METHODS: We automatically measured the IMT value of 885 common carotid arteries in longitudinal B-Mode images. CALEX 3.0 consisted of a stage for the automatic recognition of the carotid artery and an IMT measurement modulus made of a fuzzy K-means classifier. Performance was assessed by measuring the system accuracy and reproducibility against manual tracings by experts.

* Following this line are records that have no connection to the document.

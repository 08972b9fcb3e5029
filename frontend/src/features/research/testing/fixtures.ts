import { quantile } from 'd3-array';
import type { CohortQuery, CohortResult, SavedQuery } from '@toneledger/common/schemas/research';
import { cohortQuerySchema } from '@toneledger/common/schemas/research';

export const PRINT_A = '3b0e7c1a-52d4-4f1e-9a6b-0c1d2e3f4a01';
export const PRINT_B = '3b0e7c1a-52d4-4f1e-9a6b-0c1d2e3f4a02';

/** Iron blue on fibre, grouped by the alkaline after-bath, a Cox model on it. */
export const IRON_BLUE_QUERY: CohortQuery = cohortQuerySchema.parse({
  filters: [
    { factor: 'support', values: ['fibre_baryta'] },
    { factor: 'tonerClass', values: ['iron_blue'] },
  ],
  groupBy: ['alkalineAfterBath'],
  coxFactors: ['alkalineAfterBath'],
});

/**
 * A distribution as the server states it, its quartiles from d3-array's `quantile` (type 7, R's
 * default), not from our own code.
 */
function distribution(values: number[]) {
  const sorted = [...values].sort((a, b) => a - b);
  return {
    n: values.length,
    median: quantile(sorted, 0.5) ?? null,
    q1: quantile(sorted, 0.25) ?? null,
    q3: quantile(sorted, 0.75) ?? null,
    min: sorted[0] ?? null,
    max: sorted.at(-1) ?? null,
    points: values.map((value, i) => ({ printId: i % 2 ? PRINT_B : PRINT_A, accessionNumber: `2019.${i + 1}`, value })),
  };
}

/**
 * Kaplan–Meier worked by hand for the "without" group: times 2 (event), 3 (censored), 5 (event), 8 (event).
 * S(2) = 3/4 = 0.75; at 5, two at risk: S = 0.75 × 1/2 = 0.375; at 8, one at risk: S = 0. Median: 5 years,
 * the first time S ≤ 0.5. At risk at 0, 2.5, 5, 7.5: 4, 3, 2, 1.
 * The "with" group: times 4 (censored), 6 (event), 9 (censored): S(6) = 1 × 1/2 = 0.5; never below 0.5 after,
 * so the median is 6 with its upper bound not reached. At risk at 0, 2.5, 5, 7.5: 3, 3, 2, 1.
 * χ² = 3.84 on 1 df is p = 0.050 (the 5 % point of χ²₁ in any statistics table).
 * Hazard ratio exp(−0.9163) = 0.40.
 */
export function makeResult(over: Partial<CohortResult> = {}): CohortResult {
  const step = (t: number, atRisk: number, events: number, censored: number, s: number, lower: number | null, upper: number | null) => ({ t, atRisk, events, censored, s, se: null, lower, upper });
  return {
    query: IRON_BLUE_QUERY,
    figures: ['fading', 'survival', 'incidence', 'cox'],
    total: 9,
    groups: [
      { key: 'alkalineAfterBath=no', label: 'Alkaline after-bath: no', values: { alkalineAfterBath: 'no' }, size: 5, withRate: 5, withSurvival: 4 },
      { key: 'alkalineAfterBath=yes', label: 'Alkaline after-bath: yes', values: { alkalineAfterBath: 'yes' }, size: 4, withRate: 4, withSurvival: 3 },
    ],
    fading: [
      { key: 'alkalineAfterBath=no', deltaEPerYear: distribution([0.1, 0.2, 0.3, 0.4, 0.5]), densityLossPerYear: distribution([0.004, 0.002, 0.003, 0.001, 0.005]) },
      { key: 'alkalineAfterBath=yes', deltaEPerYear: distribution([0.05, 0.07, 0.12, 0.2]), densityLossPerYear: distribution([0.001, 0.002, 0.001, 0.0015]) },
    ],
    survival: {
      origin: 'first_exam', originLabel: 'years since the first examination', eventLabel: 'ΔE00 past 2.0', timeUnit: 'years', ci: 'log-log',
      groups: [
        {
          key: 'alkalineAfterBath=no', n: 4, events: 3, censored: 1, median: { value: 5, lower: 2, upper: null },
          steps: [step(2, 4, 1, 0, 0.75, 0.19, 0.96), step(3, 3, 0, 1, 0.75, 0.19, 0.96), step(5, 2, 1, 0, 0.375, 0.01, 0.78), step(8, 1, 1, 0, 0, null, null)],
          atRisk: [{ t: 0, n: 4 }, { t: 2.5, n: 3 }, { t: 5, n: 2 }, { t: 7.5, n: 1 }],
        },
        {
          key: 'alkalineAfterBath=yes', n: 3, events: 1, censored: 2, median: { value: 6, lower: 6, upper: null },
          steps: [step(4, 3, 0, 1, 1, null, null), step(6, 2, 1, 0, 0.5, 0.06, 0.85), step(9, 1, 0, 1, 0.5, 0.06, 0.85)],
          atRisk: [{ t: 0, n: 3 }, { t: 2.5, n: 3 }, { t: 5, n: 2 }, { t: 7.5, n: 1 }],
        },
      ],
      logRank: {
        chi2: 3.84, df: 1, p: 0.05,
        groups: [{ key: 'alkalineAfterBath=no', observed: 3, expected: 2.1 }, { key: 'alkalineAfterBath=yes', observed: 1, expected: 1.9 }],
        assumptions: ['Censoring is unrelated to the chance of the event.'],
        warnings: ['Group alkalineAfterBath=yes has 3 events (fewer than 5): the test has little power.'],
      },
    },
    cox: {
      n: 7, events: 4, ties: 'efron',
      terms: [{ label: 'Alkaline after-bath = yes (against no)', factor: 'alkalineAfterBath', level: 'yes', reference: 'no', beta: -0.9163, se: 0.8, hazardRatio: Math.exp(-0.9163), lower: 0.08, upper: 1.92, p: 0.252 }],
      likelihoodRatio: { chi2: 1.41, df: 1, p: 0.235 },
      proportionalHazards: [{ label: 'Alkaline after-bath = yes (against no)', rho: 0.12, p: 0.71, verdict: 'no sign that the hazard ratio changes over time' }],
      warnings: ['Only 4 events for 1 term.'],
    },
    incidence: [{ term: 'silvering', label: 'Silvering', groups: [{ key: 'alkalineAfterBath=no', n: 5, count: 2, share: 0.4, lower: 0.118, upper: 0.769 }, { key: 'alkalineAfterBath=yes', n: 4, count: 0, share: 0, lower: 0, upper: 0.49 }] }],
    outcomesAsOf: '2026-12-01T06:00:00.000Z',
    ...over,
  };
}

export function makeSaved(over: Partial<SavedQuery> = {}): SavedQuery {
  return {
    id: '9d8c7b6a-5f4e-4d3c-8b2a-1f0e9d8c7b01', name: 'Iron blue, after-bath', description: 'Fibre prints only.', query: IRON_BLUE_QUERY, shared: false,
    owner: { id: '5d0c0f5e-8a7b-4c2d-9e1f-112233445566', name: 'Iris Penhale' },
    createdAt: '2026-11-20T10:00:00.000Z', updatedAt: '2026-11-20T10:00:00.000Z', version: 1, ...over,
  };
}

RESULTS: CALEX 3.0 processed all the 885 images of the dataset (100% success). The average automated obtained IMT measurement by CALEX 3.0 was 0.407±0.083 mm compared with 0.429 ± 0.052 mm for the manual tracings, which led to an IMT bias of 0.022±0.081mm. The IMT measurement accuracy (0.022 mm) was comparable to that obtained on high-resolution images and the reproducibility (0.081 mm) was very low and suitable to clinical application. The Figure-of-Merit defined as the percent agreement between the computer-estimated IMT and manually measured IMT for CALEX 3.0 was 94.7%.
CONCLUSION:CALEX 3.0 had a 100% success in processing low contrast/low-resolution images. CALEX 3.0 is the first technique, which has led to high accuracy and reproducibility on low-resolution images acquired during an epidemiological study. We propose CALEX 3.0 as a generalized framework for IMT measurement on large datasets.